### [What you will do]
Check each line of the data below for the string "getXAxisMax", then report how many lines have it and nothing else.

Start of Excerpted data

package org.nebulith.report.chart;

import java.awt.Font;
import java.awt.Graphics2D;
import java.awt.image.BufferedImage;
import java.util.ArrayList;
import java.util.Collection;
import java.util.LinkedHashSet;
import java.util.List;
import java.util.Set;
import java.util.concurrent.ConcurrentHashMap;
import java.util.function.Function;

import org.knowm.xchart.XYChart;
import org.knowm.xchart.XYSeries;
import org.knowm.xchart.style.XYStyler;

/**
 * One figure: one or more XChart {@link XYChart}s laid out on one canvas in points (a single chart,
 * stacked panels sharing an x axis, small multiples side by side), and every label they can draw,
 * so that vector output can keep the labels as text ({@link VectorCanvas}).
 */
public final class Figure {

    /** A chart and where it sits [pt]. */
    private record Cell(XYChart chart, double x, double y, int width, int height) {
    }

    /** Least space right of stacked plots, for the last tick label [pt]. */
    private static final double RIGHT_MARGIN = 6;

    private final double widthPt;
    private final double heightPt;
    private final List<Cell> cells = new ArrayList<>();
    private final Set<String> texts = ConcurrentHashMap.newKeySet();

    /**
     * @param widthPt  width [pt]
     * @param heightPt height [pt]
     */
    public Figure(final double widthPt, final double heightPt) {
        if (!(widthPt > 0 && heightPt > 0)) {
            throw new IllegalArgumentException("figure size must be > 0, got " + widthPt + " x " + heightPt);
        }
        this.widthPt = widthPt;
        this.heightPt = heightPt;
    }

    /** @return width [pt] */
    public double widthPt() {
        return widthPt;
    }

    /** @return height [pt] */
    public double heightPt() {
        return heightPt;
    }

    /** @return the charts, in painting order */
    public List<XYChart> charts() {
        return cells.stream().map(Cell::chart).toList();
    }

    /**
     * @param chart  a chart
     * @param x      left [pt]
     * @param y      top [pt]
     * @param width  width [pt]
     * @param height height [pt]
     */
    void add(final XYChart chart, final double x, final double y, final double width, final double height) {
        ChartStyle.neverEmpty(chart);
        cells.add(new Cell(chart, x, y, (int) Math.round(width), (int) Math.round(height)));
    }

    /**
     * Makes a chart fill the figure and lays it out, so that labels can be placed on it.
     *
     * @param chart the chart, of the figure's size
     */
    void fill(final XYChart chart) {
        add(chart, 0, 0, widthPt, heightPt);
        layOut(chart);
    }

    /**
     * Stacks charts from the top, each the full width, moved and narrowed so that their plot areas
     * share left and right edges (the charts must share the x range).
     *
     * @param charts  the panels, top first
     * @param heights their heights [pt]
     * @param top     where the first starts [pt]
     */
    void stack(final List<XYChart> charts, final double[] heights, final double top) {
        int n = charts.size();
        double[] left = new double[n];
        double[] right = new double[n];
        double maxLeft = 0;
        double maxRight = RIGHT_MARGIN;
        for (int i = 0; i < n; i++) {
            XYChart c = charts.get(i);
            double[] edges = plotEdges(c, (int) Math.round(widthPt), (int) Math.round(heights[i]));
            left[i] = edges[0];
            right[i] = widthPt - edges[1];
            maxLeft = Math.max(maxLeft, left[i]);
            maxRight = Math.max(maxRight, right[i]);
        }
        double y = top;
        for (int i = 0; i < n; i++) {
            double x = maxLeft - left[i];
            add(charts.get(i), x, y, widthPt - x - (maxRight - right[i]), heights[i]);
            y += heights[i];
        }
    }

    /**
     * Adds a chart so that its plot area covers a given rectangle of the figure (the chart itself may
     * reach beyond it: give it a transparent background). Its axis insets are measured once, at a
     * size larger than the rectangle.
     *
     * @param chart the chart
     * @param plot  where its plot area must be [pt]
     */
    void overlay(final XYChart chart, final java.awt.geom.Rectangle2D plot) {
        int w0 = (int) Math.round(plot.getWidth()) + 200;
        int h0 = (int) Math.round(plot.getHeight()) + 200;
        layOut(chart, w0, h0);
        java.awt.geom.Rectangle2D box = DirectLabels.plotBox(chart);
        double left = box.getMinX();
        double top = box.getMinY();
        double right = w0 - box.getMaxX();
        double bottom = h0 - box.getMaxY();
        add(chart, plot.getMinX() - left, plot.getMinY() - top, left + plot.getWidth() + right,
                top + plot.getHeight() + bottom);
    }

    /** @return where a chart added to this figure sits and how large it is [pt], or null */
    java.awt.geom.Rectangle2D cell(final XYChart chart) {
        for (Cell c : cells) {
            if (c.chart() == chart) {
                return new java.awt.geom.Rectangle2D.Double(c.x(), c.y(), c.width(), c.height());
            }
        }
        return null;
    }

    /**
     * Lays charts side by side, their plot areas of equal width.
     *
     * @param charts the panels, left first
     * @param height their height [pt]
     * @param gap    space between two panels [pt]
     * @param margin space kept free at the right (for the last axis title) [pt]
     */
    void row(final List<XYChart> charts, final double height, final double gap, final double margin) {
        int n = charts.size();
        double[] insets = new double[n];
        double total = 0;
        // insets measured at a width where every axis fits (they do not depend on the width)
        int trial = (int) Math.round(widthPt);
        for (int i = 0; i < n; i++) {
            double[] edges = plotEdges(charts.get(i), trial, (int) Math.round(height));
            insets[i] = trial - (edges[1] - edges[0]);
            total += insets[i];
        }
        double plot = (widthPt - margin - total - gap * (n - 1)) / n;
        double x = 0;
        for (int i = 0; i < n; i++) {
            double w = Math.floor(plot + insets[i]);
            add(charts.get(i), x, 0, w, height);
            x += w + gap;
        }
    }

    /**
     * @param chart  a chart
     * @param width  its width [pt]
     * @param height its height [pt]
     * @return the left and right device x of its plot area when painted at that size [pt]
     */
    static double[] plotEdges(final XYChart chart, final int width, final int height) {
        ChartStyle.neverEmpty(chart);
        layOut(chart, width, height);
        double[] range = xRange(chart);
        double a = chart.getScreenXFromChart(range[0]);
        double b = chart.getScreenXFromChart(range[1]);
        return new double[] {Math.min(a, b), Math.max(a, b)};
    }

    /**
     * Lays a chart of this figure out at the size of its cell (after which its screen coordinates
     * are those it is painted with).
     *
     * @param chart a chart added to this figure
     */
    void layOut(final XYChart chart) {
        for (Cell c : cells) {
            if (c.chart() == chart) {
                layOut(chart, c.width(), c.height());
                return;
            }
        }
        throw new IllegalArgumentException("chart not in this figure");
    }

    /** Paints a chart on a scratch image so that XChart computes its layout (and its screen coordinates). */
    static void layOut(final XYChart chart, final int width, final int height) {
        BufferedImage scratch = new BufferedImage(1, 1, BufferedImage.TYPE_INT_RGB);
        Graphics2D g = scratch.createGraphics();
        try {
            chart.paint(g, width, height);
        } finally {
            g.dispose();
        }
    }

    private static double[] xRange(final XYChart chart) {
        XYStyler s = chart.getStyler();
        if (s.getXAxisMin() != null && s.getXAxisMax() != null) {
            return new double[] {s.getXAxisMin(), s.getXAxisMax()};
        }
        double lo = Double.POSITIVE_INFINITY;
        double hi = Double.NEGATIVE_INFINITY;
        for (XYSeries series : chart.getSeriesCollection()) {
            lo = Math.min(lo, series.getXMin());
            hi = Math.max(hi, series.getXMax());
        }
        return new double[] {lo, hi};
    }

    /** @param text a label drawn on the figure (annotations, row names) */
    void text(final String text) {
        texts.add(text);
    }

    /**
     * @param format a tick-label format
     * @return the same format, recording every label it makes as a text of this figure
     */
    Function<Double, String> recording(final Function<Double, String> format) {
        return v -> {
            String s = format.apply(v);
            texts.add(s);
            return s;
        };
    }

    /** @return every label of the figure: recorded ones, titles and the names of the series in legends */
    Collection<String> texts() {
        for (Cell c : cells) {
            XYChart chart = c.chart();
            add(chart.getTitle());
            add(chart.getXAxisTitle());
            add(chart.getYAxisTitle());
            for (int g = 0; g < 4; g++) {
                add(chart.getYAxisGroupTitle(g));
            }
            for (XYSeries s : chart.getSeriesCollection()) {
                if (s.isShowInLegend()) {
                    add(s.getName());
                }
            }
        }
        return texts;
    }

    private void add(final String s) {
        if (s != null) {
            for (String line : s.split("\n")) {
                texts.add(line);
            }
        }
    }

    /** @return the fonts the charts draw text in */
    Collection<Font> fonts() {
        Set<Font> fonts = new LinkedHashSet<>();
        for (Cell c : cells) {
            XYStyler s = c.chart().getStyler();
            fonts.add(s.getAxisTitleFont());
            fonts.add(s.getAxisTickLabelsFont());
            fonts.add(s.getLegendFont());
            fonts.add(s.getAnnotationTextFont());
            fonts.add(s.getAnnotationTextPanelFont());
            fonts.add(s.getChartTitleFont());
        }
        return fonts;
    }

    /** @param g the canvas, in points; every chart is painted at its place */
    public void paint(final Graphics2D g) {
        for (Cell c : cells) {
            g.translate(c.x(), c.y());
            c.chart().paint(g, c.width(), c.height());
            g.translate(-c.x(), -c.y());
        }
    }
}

End of Excerpted data
Start of Excerpted data

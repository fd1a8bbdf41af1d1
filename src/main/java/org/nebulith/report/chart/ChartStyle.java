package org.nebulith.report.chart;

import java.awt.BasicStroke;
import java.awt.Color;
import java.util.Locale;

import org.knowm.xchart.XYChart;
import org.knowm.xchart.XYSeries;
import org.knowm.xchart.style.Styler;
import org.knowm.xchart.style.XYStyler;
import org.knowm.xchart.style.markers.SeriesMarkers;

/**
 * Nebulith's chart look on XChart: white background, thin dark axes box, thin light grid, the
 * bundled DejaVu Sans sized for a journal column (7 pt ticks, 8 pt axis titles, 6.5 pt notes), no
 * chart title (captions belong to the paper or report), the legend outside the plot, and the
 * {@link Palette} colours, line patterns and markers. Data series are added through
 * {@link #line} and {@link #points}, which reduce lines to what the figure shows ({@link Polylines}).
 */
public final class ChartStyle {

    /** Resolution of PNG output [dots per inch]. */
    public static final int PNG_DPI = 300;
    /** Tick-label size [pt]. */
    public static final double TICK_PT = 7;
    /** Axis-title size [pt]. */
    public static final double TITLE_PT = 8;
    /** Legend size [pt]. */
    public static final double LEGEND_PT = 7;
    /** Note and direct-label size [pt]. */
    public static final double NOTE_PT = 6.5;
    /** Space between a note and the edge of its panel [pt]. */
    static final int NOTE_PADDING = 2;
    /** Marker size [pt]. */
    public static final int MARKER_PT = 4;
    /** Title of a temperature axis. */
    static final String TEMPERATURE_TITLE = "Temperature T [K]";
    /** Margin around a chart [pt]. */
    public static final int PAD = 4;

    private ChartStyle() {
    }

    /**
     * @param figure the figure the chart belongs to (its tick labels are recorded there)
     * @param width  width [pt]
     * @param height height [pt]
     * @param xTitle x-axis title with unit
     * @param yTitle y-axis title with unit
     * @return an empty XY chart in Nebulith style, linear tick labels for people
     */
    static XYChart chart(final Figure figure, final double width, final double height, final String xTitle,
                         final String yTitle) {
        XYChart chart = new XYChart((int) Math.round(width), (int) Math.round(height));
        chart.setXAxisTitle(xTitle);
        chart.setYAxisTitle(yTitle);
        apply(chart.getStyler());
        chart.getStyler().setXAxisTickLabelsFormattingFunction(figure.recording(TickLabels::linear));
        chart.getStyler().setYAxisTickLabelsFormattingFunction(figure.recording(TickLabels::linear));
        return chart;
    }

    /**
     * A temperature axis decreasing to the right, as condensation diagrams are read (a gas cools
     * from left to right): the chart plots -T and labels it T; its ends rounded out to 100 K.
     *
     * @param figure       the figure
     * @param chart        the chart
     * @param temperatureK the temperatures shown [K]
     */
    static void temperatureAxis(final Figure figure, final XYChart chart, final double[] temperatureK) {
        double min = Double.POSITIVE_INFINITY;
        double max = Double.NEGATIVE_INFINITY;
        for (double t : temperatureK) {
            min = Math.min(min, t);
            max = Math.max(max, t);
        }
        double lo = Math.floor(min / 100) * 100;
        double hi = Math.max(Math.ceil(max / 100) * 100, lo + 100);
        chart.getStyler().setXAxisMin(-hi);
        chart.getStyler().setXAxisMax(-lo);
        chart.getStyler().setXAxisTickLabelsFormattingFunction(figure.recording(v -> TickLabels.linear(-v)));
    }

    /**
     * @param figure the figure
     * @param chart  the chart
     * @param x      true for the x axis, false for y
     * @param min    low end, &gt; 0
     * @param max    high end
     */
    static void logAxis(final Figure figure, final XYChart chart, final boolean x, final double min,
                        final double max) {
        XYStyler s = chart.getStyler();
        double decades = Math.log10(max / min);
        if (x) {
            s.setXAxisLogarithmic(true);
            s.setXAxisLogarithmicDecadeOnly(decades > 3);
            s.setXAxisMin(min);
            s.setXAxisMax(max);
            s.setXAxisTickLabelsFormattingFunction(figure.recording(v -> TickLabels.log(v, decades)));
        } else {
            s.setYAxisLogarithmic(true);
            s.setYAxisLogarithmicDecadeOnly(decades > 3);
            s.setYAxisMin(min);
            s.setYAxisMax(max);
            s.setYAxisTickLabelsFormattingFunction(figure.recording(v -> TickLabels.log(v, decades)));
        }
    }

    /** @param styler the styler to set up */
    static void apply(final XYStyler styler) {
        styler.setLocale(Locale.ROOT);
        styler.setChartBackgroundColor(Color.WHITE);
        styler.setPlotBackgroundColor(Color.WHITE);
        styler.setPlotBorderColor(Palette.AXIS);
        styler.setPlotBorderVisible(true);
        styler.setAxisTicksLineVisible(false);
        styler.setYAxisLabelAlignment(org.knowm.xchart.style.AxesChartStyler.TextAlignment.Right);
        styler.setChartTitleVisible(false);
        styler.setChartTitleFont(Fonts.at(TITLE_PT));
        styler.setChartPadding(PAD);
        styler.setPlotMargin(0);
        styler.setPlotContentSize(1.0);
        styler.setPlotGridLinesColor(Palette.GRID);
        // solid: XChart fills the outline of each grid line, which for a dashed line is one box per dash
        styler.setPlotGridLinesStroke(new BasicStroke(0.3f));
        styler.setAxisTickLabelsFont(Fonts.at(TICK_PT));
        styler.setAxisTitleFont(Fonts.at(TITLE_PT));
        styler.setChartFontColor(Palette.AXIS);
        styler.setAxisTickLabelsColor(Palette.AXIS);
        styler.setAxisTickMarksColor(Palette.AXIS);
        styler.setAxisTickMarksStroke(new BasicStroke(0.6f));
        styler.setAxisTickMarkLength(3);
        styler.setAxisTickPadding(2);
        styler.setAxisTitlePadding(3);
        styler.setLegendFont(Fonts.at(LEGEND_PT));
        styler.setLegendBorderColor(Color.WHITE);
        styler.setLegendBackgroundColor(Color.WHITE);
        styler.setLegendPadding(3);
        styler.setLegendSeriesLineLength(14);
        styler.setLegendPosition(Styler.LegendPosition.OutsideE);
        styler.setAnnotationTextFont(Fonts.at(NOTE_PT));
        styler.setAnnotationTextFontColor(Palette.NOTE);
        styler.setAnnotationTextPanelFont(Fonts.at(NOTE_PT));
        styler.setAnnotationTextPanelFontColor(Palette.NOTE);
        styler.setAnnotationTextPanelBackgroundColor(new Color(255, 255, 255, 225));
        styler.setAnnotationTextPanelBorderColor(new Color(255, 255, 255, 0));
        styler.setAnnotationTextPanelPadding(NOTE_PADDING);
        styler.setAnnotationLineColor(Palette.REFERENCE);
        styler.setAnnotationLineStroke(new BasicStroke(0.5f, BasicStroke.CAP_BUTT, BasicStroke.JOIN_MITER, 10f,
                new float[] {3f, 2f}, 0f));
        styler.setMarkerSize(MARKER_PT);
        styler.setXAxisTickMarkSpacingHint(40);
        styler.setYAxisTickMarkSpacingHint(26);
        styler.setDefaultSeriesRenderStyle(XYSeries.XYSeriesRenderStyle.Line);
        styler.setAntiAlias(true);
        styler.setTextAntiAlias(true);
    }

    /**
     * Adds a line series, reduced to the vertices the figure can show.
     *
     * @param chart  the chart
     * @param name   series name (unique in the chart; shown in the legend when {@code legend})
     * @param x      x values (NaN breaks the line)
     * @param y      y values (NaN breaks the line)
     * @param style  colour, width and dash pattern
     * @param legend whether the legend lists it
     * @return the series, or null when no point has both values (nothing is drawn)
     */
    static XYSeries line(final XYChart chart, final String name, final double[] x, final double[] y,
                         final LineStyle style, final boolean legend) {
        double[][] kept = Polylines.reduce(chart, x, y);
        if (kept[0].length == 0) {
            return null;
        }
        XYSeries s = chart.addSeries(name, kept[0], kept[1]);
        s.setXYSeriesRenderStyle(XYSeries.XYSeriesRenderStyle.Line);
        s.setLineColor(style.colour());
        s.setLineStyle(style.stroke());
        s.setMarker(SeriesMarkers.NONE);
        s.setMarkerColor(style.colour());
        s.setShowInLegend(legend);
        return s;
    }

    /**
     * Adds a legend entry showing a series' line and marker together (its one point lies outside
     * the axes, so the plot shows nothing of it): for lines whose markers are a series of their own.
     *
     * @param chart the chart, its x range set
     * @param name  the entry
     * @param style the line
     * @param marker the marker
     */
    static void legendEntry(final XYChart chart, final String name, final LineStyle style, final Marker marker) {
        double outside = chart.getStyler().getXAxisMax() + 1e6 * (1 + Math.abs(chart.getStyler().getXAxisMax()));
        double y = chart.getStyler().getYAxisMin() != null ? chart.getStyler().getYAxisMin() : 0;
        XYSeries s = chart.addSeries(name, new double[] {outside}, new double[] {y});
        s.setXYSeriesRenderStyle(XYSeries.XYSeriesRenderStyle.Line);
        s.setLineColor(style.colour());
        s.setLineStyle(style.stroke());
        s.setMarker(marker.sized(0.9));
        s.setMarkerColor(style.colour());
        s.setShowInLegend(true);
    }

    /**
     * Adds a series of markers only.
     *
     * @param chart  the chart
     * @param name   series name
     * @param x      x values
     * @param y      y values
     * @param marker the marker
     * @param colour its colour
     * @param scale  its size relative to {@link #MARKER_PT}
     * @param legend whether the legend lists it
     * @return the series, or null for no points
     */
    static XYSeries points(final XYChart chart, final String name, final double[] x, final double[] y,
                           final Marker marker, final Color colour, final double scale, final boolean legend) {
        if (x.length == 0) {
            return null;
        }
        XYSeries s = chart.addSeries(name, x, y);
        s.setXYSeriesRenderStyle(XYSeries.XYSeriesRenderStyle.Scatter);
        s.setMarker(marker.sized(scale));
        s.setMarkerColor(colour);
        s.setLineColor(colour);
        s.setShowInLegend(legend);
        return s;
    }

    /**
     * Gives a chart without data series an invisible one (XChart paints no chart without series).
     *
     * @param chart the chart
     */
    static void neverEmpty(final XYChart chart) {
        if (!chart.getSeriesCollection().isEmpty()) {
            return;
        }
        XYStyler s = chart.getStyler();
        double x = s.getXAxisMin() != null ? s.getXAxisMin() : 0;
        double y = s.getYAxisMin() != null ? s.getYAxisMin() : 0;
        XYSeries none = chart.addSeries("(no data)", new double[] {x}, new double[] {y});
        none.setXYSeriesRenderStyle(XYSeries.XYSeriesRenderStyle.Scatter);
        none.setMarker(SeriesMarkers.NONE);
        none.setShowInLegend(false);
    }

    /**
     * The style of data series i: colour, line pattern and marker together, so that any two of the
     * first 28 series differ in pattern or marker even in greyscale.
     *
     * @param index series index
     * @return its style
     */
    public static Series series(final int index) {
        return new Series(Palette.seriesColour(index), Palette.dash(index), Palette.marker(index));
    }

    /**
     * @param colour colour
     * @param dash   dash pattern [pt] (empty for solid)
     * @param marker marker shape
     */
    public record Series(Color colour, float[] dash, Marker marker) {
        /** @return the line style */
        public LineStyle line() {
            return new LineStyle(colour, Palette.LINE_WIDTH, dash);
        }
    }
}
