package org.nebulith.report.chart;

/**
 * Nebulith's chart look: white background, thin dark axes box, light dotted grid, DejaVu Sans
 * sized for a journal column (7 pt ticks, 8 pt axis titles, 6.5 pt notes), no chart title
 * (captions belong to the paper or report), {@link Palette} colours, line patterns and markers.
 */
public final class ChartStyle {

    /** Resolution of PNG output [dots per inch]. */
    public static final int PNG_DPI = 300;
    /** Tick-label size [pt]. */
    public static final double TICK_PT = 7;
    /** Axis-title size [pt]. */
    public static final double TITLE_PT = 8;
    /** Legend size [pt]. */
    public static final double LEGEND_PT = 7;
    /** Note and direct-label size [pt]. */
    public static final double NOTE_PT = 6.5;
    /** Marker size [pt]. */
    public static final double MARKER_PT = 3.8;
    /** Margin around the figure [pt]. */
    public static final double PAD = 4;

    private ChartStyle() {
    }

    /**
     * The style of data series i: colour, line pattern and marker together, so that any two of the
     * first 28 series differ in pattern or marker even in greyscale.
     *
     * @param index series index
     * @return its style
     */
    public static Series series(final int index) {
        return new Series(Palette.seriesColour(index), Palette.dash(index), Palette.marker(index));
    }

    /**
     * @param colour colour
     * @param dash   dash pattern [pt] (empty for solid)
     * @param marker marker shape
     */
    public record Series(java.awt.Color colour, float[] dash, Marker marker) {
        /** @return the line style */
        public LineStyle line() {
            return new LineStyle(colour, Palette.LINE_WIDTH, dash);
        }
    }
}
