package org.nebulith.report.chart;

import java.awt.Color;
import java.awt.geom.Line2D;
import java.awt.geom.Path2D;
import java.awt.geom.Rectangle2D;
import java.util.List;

End of Excerpted data

### [Exercise output]
3